Your task is to copy each line of the records that includes the string "export".

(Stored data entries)
[Start of Attachment]

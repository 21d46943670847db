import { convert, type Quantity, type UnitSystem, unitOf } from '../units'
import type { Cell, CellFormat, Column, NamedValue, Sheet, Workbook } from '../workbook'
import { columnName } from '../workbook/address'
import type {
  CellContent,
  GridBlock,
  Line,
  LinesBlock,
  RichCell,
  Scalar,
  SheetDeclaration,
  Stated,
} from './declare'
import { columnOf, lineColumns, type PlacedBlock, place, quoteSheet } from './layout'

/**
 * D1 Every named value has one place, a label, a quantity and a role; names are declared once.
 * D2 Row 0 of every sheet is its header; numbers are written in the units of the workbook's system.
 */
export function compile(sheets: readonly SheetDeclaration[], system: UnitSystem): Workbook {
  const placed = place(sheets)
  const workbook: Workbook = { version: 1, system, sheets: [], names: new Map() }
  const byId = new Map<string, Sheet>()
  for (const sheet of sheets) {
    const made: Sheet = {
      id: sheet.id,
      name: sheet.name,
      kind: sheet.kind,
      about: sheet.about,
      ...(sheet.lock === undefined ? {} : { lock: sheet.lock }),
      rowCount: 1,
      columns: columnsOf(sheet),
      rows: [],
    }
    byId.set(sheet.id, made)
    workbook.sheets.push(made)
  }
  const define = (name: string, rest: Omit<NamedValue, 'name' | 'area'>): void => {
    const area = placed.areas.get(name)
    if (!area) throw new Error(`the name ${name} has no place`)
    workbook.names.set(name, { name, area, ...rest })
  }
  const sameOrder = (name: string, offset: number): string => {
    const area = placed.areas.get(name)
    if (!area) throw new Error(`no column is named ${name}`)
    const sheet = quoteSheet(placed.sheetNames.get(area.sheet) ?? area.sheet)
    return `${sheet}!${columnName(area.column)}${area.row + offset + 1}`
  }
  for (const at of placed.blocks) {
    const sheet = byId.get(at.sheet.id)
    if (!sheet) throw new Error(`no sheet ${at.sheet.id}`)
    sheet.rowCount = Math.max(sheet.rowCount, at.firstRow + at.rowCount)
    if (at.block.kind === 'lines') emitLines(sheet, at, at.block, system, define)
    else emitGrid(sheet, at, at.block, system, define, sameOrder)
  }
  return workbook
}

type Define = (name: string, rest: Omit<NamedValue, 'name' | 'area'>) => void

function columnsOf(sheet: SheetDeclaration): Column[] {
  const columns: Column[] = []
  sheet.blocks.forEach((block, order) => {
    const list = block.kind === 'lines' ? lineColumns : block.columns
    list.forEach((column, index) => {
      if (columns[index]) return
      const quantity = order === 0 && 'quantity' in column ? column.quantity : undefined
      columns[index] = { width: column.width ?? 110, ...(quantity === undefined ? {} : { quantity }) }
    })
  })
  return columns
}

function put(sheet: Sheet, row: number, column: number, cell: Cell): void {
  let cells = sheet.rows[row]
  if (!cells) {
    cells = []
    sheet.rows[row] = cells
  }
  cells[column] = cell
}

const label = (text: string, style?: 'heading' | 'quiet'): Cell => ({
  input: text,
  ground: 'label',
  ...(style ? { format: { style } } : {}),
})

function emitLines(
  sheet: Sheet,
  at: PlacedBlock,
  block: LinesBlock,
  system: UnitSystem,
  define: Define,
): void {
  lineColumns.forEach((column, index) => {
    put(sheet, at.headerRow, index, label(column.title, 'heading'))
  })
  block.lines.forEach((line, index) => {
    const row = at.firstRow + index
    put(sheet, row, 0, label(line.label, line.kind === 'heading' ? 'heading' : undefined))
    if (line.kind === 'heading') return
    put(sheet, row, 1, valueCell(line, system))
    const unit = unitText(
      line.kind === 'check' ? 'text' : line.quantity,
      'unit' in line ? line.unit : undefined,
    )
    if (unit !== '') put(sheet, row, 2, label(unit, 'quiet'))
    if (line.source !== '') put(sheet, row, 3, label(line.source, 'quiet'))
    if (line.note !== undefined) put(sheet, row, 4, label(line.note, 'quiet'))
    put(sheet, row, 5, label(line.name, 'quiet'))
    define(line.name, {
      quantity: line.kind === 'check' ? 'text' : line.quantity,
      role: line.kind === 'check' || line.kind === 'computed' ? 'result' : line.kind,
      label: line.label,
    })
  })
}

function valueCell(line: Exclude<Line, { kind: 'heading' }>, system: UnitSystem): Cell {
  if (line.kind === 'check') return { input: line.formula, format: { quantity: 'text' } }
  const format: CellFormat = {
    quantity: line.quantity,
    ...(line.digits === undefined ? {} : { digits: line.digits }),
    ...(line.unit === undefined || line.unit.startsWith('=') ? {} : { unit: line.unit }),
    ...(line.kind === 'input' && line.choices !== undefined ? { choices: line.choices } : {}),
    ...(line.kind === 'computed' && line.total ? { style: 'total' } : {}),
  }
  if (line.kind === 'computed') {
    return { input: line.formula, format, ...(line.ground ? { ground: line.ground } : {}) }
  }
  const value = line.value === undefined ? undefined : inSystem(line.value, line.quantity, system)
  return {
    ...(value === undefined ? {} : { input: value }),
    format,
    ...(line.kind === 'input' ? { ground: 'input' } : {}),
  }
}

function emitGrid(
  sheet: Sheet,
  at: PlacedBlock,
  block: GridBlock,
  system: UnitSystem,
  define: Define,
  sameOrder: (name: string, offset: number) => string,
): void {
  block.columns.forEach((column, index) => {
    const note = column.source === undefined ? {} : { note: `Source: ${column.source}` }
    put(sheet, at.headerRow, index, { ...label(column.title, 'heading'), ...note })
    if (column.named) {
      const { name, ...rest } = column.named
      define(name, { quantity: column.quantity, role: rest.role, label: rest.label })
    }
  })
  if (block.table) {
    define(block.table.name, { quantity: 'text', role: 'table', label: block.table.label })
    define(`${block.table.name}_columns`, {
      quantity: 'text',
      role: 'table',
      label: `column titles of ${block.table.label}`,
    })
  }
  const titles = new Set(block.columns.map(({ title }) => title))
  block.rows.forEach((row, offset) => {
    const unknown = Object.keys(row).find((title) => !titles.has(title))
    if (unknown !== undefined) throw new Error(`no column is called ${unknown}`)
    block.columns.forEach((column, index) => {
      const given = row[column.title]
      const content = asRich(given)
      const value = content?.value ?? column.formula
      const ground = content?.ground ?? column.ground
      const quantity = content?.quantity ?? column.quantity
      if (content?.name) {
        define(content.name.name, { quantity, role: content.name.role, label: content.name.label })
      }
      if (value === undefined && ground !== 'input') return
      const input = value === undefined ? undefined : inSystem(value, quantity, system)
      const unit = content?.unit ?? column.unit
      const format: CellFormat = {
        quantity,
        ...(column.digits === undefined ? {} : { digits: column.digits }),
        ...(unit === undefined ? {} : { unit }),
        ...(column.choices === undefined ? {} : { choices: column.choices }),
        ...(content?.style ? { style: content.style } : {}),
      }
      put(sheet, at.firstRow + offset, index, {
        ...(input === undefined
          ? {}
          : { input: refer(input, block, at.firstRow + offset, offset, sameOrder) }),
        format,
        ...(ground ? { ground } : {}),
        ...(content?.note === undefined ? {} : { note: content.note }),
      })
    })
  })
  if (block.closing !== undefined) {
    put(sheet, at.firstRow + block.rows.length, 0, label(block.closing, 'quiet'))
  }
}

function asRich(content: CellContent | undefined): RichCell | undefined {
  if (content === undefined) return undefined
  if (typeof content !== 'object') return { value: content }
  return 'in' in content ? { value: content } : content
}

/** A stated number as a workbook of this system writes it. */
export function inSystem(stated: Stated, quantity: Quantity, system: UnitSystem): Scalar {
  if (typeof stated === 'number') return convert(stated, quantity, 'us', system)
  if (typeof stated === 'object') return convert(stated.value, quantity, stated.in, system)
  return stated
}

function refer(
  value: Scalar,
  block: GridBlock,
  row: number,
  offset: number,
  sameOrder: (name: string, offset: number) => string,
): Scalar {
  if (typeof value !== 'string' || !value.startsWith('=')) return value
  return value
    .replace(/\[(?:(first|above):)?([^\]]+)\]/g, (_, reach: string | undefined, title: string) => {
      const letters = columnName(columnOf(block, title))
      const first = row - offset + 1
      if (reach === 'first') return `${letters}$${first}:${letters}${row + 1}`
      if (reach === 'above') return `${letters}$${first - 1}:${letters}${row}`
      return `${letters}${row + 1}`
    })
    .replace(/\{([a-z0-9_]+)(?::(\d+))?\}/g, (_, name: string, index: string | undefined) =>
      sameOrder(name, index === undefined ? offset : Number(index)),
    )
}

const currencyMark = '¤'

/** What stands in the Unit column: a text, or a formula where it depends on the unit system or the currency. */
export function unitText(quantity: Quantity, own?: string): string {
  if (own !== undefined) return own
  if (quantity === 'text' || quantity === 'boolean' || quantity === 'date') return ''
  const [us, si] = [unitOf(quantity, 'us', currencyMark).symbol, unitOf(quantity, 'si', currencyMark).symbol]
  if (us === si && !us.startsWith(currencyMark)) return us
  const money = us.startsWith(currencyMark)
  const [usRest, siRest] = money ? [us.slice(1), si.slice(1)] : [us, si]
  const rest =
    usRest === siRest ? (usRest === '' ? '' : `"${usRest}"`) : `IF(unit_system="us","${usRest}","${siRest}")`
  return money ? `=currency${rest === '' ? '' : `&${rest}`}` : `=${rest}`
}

[End of Attachment]

SOLUTION FOR THIS EXERCISE:
export function compile(sheets: readonly SheetDeclaration[], system: UnitSystem): Workbook {
export function inSystem(stated: Stated, quantity: Quantity, system: UnitSystem): Scalar {
export function unitText(quantity: Quantity, own?: string): string {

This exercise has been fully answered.